When I was in college, I once went to a mass on a Sunday morning in which the campus priest suggested that this was why we drank beer and ate pizza in our dormitories. It wasn’t only because we were hungry. It was because there was something in the ritual of sharing food and drink that reminds us of the joys—and the sorrows—of being human, joys and sorrows that can only be appreciated in communion with other souls.
If there’s any single unifying theme in Rick’s work, I would suggest it’s not that its characters are all working class men and women in the rust belt—although sure, there’s that. But more important to me is the fact that in almost every one of his books, there are people sharing food in a way that is generous and sustaining. In the very first scene of his very first novel, Mohawk, we meet a chef named Harry, who is opening up the Mohawk Grill, where he meets the town’s lost soul, Wild Bill. Harry sets Wild Bill upon a stool and sets about making him eggs and sausages and toast, in an act that, depending on how you look at it, is either totally commonplace, or the work of a saint.
There are other diners, too, of course—Hattie’s Lunch in Nobody’s Fool; and the Empire Grill in Empire Falls. In his books, as in our lives together, a lot of the most important things have taken place around a table. When we read Rick’s work, we are being reminded of what it is to hunger, to desire, and also what it is to be filled.

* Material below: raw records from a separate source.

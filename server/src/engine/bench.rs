//! Building a bench's instruments from the configuration.
//!
//! A bench is a source and an analyzer behind the instrument traits; which implementation sits
//! behind each (a generic SCPI driver with its command profile, or the in-process simulated
//! bench) is decided here and nowhere else, so the engine never knows.

use crate::config::{BenchConfig, Config, InstrumentConfig};
use halfwave_drivers::generic::{connect_analyzer, connect_source};
use halfwave_drivers::sim::{Scenario, SimBench};
use halfwave_drivers::{RfSource, SpectrumAnalyzer};

use super::EngineError;

/// The two instruments of one bench, and the simulated bench behind them if there is one.
pub struct BenchInstruments {
    pub source: Box<dyn RfSource>,
    pub analyzer: Box<dyn SpectrumAnalyzer>,
    /// The simulation, when either instrument is simulated (tests read its truth from it).
    pub simulation: Option<SimBench>,
}

impl BenchInstruments {
    /// Both instruments from one simulated bench.
    pub fn simulated(sim: SimBench) -> BenchInstruments {
        BenchInstruments {
            source: Box::new(sim.rf_source()),
            analyzer: Box::new(sim.analyzer()),
            simulation: Some(sim),
        }
    }
}

/// Connects (or simulates) the instruments of one configured bench.
pub async fn build(config: &Config, bench: &BenchConfig) -> Result<BenchInstruments, EngineError> {
    let setup = |message: String| EngineError::Setup(format!("bench {}: {message}", bench.name));
    let simulation = match &bench.simulation {
        Some(sim) => {
            let scenario = match &sim.scenario {
                Some(path) => Scenario::from_file(&config.resolve(path))
                    .map_err(|e| setup(format!("simulation scenario: {e}")))?,
                None => Scenario::builtin()
                    .map_err(|e| setup(format!("built-in simulation scenario: {e}")))?,
            };
            Some(SimBench::new(scenario, sim.seed).with_time_factor(sim.time_factor))
        }
        None => None,
    };
    let source: Box<dyn RfSource> = match &bench.source {
        InstrumentConfig::Simulated => match &simulation {
            Some(sim) => Box::new(sim.rf_source()),
            None => {
                return Err(setup(
                    "the source is simulated but there is no [bench.simulation]".into(),
                ))
            }
        },
        InstrumentConfig::Scpi { resource, profile } => {
            let profile = profile.as_ref().map(|p| config.resolve(p));
            connect_source(resource, profile.as_deref())
                .await
                .map_err(|source| EngineError::Instrument {
                    bench: bench.name.clone(),
                    source,
                })?
        }
    };
    let analyzer: Box<dyn SpectrumAnalyzer> = match &bench.analyzer {
        InstrumentConfig::Simulated => match &simulation {
            Some(sim) => Box::new(sim.analyzer()),
            None => {
                return Err(setup(
                    "the analyzer is simulated but there is no [bench.simulation]".into(),
                ))
            }
        },
        InstrumentConfig::Scpi { resource, profile } => {
            let profile = profile.as_ref().map(|p| config.resolve(p));
            connect_analyzer(resource, profile.as_deref())
                .await
                .map_err(|source| EngineError::Instrument {
                    bench: bench.name.clone(),
                    source,
                })?
        }
    };
    Ok(BenchInstruments {
        source,
        analyzer,
        simulation,
    })
}
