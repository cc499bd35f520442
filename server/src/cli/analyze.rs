//! `halfwave analyze`: the measurement core on files a user already has.
//!
//! Two inputs, told apart by the file name: a trace CSV (header `frequency_hz,power_dbm`, one
//! point per line) with `--modulation-frequency`, or a sweep JSON that lists traces taken at
//! several generator levels and the drive chain between generator and modulator. The result is
//! JSON on stdout. Reading and checking the files is done here, line by line, so that every
//! complaint names the file and the line; the numbers are left to [`crate::analysis`].

use super::CliError;
use crate::analysis::{
    analyze_trace, fit_v_pi, AnalysisError, AnalysisOptions, AnalysisWarning, ChainPoint,
    DriveChain, DrivePoint, ExcludedPoint, TraceAnalysis, VpiFit,
};
use halfwave_units::{Db, Dbm, Hz, Trace, VoltsPeak};
use serde::{Deserialize, Serialize};
use std::io::Write;
use std::path::{Path, PathBuf};

/// Header a trace CSV must start with.
pub const TRACE_HEADER: &str = "frequency_hz,power_dbm";

/// Arguments of `halfwave analyze`.
#[derive(Debug, clap::Args)]
pub struct AnalyzeArgs {
    /// A trace CSV (header `frequency_hz,power_dbm`) or a sweep description (`.json`).
    #[arg(value_name = "TRACE.csv|SWEEP.json")]
    pub input: PathBuf,
    /// RF drive frequency (hertz, or 7.5GHz), which is the line spacing of the comb; for a trace
    /// CSV it is read from the trace when left out, and a trace that shows another spacing is
    /// refused.
    #[arg(long, value_name = "HZ", allow_negative_numbers = true, value_parser = super::frequency_arg::parse_frequency_hz)]
    pub modulation_frequency: Option<f64>,
    /// A trace taken with the RF output off: the carrier position and the unmodulated power.
    #[arg(long, value_name = "OFF.csv")]
    pub reference: Option<PathBuf>,
    /// The analyzer's resolution bandwidth (hertz, or 20MHz); estimated from the line shape when
    /// left out.
    #[arg(long, value_name = "HZ", value_parser = super::frequency_arg::parse_frequency_hz)]
    pub resolution_bandwidth: Option<f64>,
}

/// Runs the command: prints the analysis as JSON.
pub fn run(args: AnalyzeArgs) -> Result<(), CliError> {
    // The command line's own values are refused as such, before any file is read (else the
    // message would name the file as if its data were wrong).
    for (flag, value) in [
        ("--modulation-frequency", args.modulation_frequency),
        ("--resolution-bandwidth", args.resolution_bandwidth),
    ] {
        if let Some(v) = value.filter(|v| !(v.is_finite() && *v > 0.0)) {
            return Err(CliError::new(format!(
                "{flag} {v} is not a frequency; give hertz above zero, e.g. 7.5e9 for 7.5 GHz"
            )));
        }
    }
    let is_sweep = args
        .input
        .extension()
        .is_some_and(|e| e.eq_ignore_ascii_case("json"));
    // One line per warning, naming the trace file it is about.
    let lines = |trace: &Path, warnings: &[AnalysisWarning]| -> Vec<String> {
        let name = trace.display();
        warnings
            .iter()
            .map(|w| format!("{name}: {}", w.message))
            .collect()
    };
    let (json, warnings) = if is_sweep {
        let report = analyze_sweep_file(&args)?;
        let warnings = report
            .points
            .iter()
            .flat_map(|p| lines(&p.trace, &p.warnings))
            .collect();
        (serde_json::to_string_pretty(&report), warnings)
    } else {
        let report = analyze_trace_file(&args)?;
        let warnings = lines(&report.trace, &report.analysis.warnings);
        (serde_json::to_string_pretty(&report), warnings)
    };
    let json = json.map_err(|e| CliError::caused("could not write the result as JSON", e))?;
    outln!("{json}");
    // The result stands; what limits it goes to the person at the terminal (and is in the JSON).
    // (A closed stderr loses the line, not the result.)
    let mut stderr = std::io::stderr().lock();
    for warning in warnings {
        let _ = writeln!(stderr, "warning: {warning}");
    }
    Ok(())
}

/// A trace read from a CSV file, with the file line of its first and last point.
#[derive(Debug, Clone)]
pub struct TraceFile {
    pub path: PathBuf,
    pub trace: Trace,
    pub first_line: usize,
    pub last_line: usize,
}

My favorite one of these scenes takes place about halfway through Rick’s novel Straight Man, when two characters are gathered, of course, in a restaurant. One, named Tony, has ordered a healthy dish of trout. Our hero, hank, meanwhile, has ordered the prime rib. “I’m astonished,” Hank says, “to discover that I have an excellent appetite for my prime rib, which has arrived sweet and bloody. Tony picks up his trout then finally asks if he can have a taste of my dinner. When I start to carve off a portion, he stops me. “Just the fat,” he explains, leaning over to take the piece he wants from the tail. He chews it with something a kin to religious ecstasy.
That chapter then ends with the single observation: we do not want what is good for us.
That line—teetering between irony and truth, between comedy and sorrow—delivered between two people sharing a meal, in a ritual which makes clear the love they have for one another—well, to me that’s Rick Russo, dropping us all off the edge, leading us, once again, to the laughin place, the most serious place on earth.
I’m delighted that you’ve chosen to give rick the Fitzgerald award this year. I know that there are many writers—young and old—in the audience, and I hope that you will find in your lives what I have found in mine—love, inspiration, and most of all, the shared feast of friendship. There have been times when, in thinking of my friend, I think of the relationship between another mismatched pair, Charlotte the spider, and Wilbur the pig. In Charlotte’s Web, the spider—that’s me—looks to the pig—that’s russo—and says,
“You have been my friend. That in itself is a tremendous thing. I wove my webs for you because I liked you. After all, what’s a life, anyway? We’re born, we live a little while, we die. A spider’s life can’t help being something of a mess, with all this trapping and eating flies. In our friendship, you lifted up my life a trifle. Heaven knows anyone’s life can stand a little of that.”
Later, after she’s gone, Wilbur—the pig—thinks of the life he has lived:
It was the best place to be, thought Wilbur, this warm delicious celler with the garrulous geese; the changing seasons, the heat of the sun, the passage of swallows, the nearness of rats, the sameness of sheep, the love of spiders, the smell of manure, and the glory of everything. It is not often you have a good friend who is also a great writer. Charlotte—by which I mean Russo– was both.
Ladies and gentlemen, a great American writer, a national treasure, and a really good cook. My friend, Richard Russo.